Abstract
Autoregressive decoding of large language models becomes bandwidth-limited at long contexts, as generating each token requires streaming the full key-value (KV) cache. We introduce Stochastic Additive No-mulT Attention (SANTA), a method that sparsifies value-cache access by sampling a small number of indices from the post-softmax distribution and aggregating only those value rows via gather-and-add. SANTA yields an unbiased estimator of the attention output while replacing value-stage multiply-accumulates with addition. We introduce variance-reduced variants based on stratified and systematic sampling (S2ANTA) and implement custom CUDA kernels that achieve 1.5x decode-step attention kernel speedup over FlashInfer and FlashDecoding on an NVIDIA RTX 6000 Ada at 32k-token contexts, matching baseline accuracy.
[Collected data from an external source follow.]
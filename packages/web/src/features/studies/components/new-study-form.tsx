import { Button, makeStyles, tokens } from '@fluentui/react-components';
import type { StudyView } from '@steelyard/api/contract/studies';
import { studyStartSchema } from '@steelyard/api/contract/study-start';
import { useQueryClient } from '@tanstack/react-query';
import type { ReactNode } from 'react';
import { Form, TextField } from '../../../shared/ui/form';
import { NumberField } from '../../../shared/ui/number-field';
import { RadioField } from '../../../shared/ui/radio-field';
import { TextAreaField } from '../../../shared/ui/text-area-field';
import { TitledSection } from '../../../shared/ui/titled-section';
import { startStudy, studyQuery } from '../api/studies';
import { useKeptForm } from '../api/use-kept-form';
import { toReplace } from '../model/assumed';
import { newStudyBodyOf, newStudyValues } from '../model/new-study-form';

const useStyles = makeStyles({
  form: { maxWidth: '640px' },
  part: { display: 'grid', gap: '14px' },
  pair: {
    display: 'grid',
    gridTemplateColumns: 'repeat(auto-fit, minmax(min(100%, 200px), 1fr))',
    gap: '14px',
    alignItems: 'start',
  },
  told: { color: tokens.colorNeutralForeground2 },
  actions: { display: 'flex', flexWrap: 'wrap', gap: '8px', alignItems: 'center' },
});

/** All that is needed to weigh a first option; the rest is assumed until somebody replaces it. */
export function NewStudyForm({ onStarted }: { onStarted: (study: StudyView) => void }) {
  const styles = useStyles();
  const queryClient = useQueryClient();
  const { form, values, changed, fault, submit, discard } = useKeptForm({
    what: 'new-study',
    view: null as StudyView | null,
    valuesOf: newStudyValues,
    schema: studyStartSchema,
    bodyOf: newStudyBodyOf,
    send: startStudy,
    onStored: (study) => {
      if (study) queryClient.setQueryData(studyQuery(study.id).queryKey, study);
      void queryClient.invalidateQueries({ queryKey: ['studies'], exact: true });
    },
    onSaved: onStarted,
  });
  const { control } = form;
  const { outcome, randomises } = values;
  const continuous = outcome.kind === 'continuous';
  const assumes = `Leave it empty where you do not know it yet: a round figure is then taken, marked “${toReplace}”.`;

  return (
    <div className={styles.form}>
      <Form label="New study" onSubmit={submit} fault={fault}>
        <Part title="The question">
          <TextAreaField
            label="Question"
            rows={3}
            hint="In words, such as: does the gel lower pain by 1 point in stable neuropathic pain?"
            control={control}
            name="question"
          />
          <div className={styles.pair}>
            <TextField label="Name of the study" control={control} name="name" autoComplete="off" />
            <TextField
              label="Organisation"
              control={control}
              name="organisation"
              autoComplete="organization"
            />
          </div>
          <div className={styles.pair}>
            <TextField label="Control" control={control} name="treatments.0.name" autoComplete="off" />
            <TextField
              label="Active treatment"
              control={control}
              name="treatments.1.name"
              autoComplete="off"
            />
          </div>
        </Part>
        <Part title="Outcome and target difference">
          <TextField
            label="Outcome"
            hint="What is measured in each participant, and when."
            control={control}
            name="outcome.label"
            autoComplete="off"
          />
          <RadioField
            label="Kind of outcome"
            control={control}
            name="outcome.kind"
            choices={[
              { value: 'continuous', label: 'Continuous: a measured amount, compared by its mean' },
              { value: 'binary', label: 'Binary: it happens or it does not, compared by proportions' },
            ]}
            onChosen={() => form.setValue('outcome.difference', undefined)}
          />
          {continuous && (
            <TextField
              label="Unit"
              hint="As it stands behind a number, such as g/L; empty where there is none."
              control={control}
              name="outcome.unit"
              autoComplete="off"
            />
          )}
          <div className={styles.pair}>
            <NumberField
              key={`difference-${outcome.kind}`}
              label={continuous ? 'Target difference' : 'Target difference, in percentage points'}
              hint="The smallest the trial must be able to find. Active minus control: negative where it lowers the outcome."
              kind={continuous ? 'number' : 'percent'}
              {...(continuous ? { unit: outcome.unit } : {})}
              control={control}
              name="outcome.difference"
            />
            {continuous ? (
              <NumberField
                key="sd"
                label="Standard deviation"
                hint={assumes}
                unit={outcome.unit}
                control={control}
                name="sd"
              />
            ) : (
              <NumberField
                key="proportion"
                label="Control proportion"
                hint={assumes}
                kind="percent"
                control={control}
                name="controlProportion"
              />
            )}
          </div>
        </Part>
        <Part title="Who takes part">
          <div className={styles.pair}>
            <TextField
              label="One participant"
              hint="Your own word, such as girl."
              control={control}
              name="participants.one"
              autoComplete="off"
            />
            <TextField
              label="Several participants"
              hint="Such as girls."
              control={control}
              name="participants.many"
              autoComplete="off"
            />
          </div>
          <RadioField
            label="What is randomised"
            control={control}
            name="randomises"
            choices={[
              { value: 'individuals', label: 'Individuals' },
              { value: 'clusters', label: 'Clusters: whole practices, schools, villages' },
            ]}
          />
          {randomises === 'clusters' && (
            <div className={styles.pair}>
              <TextField
                label="One cluster"
                hint="Your own word, such as practice."
                control={control}
                name="clusters.one"
                autoComplete="off"
              />
              <TextField
                label="Several clusters"
                hint="Such as practices."
                control={control}
                name="clusters.many"
                autoComplete="off"
              />
            </div>
          )}
        </Part>
        <p className={styles.told}>
          A first option is drawn for you. Costs, months, attrition and the like are round figures marked “
          {toReplace}” in the ledger and under costs, until you put what you know in their place.
        </p>
        <div className={styles.actions}>
          <Button type="submit" appearance="primary" disabledFocusable={form.formState.isSubmitting}>
            Start weighing
          </Button>
          {changed && <Button onClick={discard}>Clear the form</Button>}
        </div>
      </Form>
    </div>
  );
}

function Part({ title, children }: { title: string; children: ReactNode }) {
  const styles = useStyles();
  return (
    <TitledSection title={title} level={2}>
      <div className={styles.part}>{children}</div>
    </TitledSection>
  );
}
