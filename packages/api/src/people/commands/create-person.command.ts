import { Command } from '@nestjs/cqrs';
import { z } from 'zod';
import { emailSchema, newPasswordSchema, personNameSchema } from '../../contract/access.js';

export const newPersonSchema = z.strictObject({
  name: personNameSchema,
  email: emailSchema,
  password: newPasswordSchema,
  administrator: z.boolean(),
});

/** Answers with the person's id. */
export class CreatePerson extends Command<string> {
  constructor(readonly person: z.input<typeof newPersonSchema>) {
    super();
  }
}
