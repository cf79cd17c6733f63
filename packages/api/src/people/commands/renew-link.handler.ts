import { EntityManager } from '@mikro-orm/sqlite';
import { CommandHandler, type ICommandHandler } from '@nestjs/cqrs';
import { recordAudit } from '../../audit/record-audit.js';
import { renewWelcomeLink } from '../../auth/welcome-links.js';
import { Clock } from '../../common/clock.js';
import { notFound } from '../../common/problem.js';
import type { InvitationView } from '../../contract/people.js';
import { Person } from '../person.entity.js';
import { accountName, accountView } from '../person.view.js';
import { RenewLink } from './renew-link.command.js';

@CommandHandler(RenewLink)
export class RenewLinkHandler implements ICommandHandler<RenewLink> {
  constructor(
    private readonly em: EntityManager,
    private readonly clock: Clock,
  ) {}

  execute({ personId, accountId }: RenewLink): Promise<InvitationView> {
    const now = this.clock.now();
    return this.em.fork().transactional(async (em) => {
      const person = await em.findOne(Person, accountId);
      if (!person) throw notFound('There is no such person.');
      const { link, expiresAt } = await renewWelcomeLink(em, person, now);
      const by = em.getReference(Person, personId);
      recordAudit(em, { action: 'invited', what: accountName(person) }, { at: now, by, study: null });
      return { person: accountView(person, expiresAt), link };
    });
  }
}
We also propose Bernoulli qKT sampling as a complementary technique that sparsifies the score stage through stochastic ternary queries, reducing key-feature access during decoding. Both methods are orthogonal to KV-cache compression, quantization, and eviction, and point toward sparse, multiplier-free, energy-efficient inference.
Biography
Kerem Çamsari is an Associate Professor of Electrical and Computer Engineering at UC Santa Barbara, leading the Orchestrating Physics for Unconventional Systems (OPUS) Lab. His research focuses on probabilistic computing, a physics-inspired paradigm that treats randomness as a computational resource rather than a nuisance. A central idea he and his colleagues introduced is the probabilistic bit (p-bit), a naturally fluctuating unit that explores solutions for optimization and machine learning. He is co-founder and CEO of Flucta, developing energy-efficient hardware and software for AI. His work has appeared in leading journals spanning physics and engineering, and has helped grow a worldwide community working on probabilistic computing.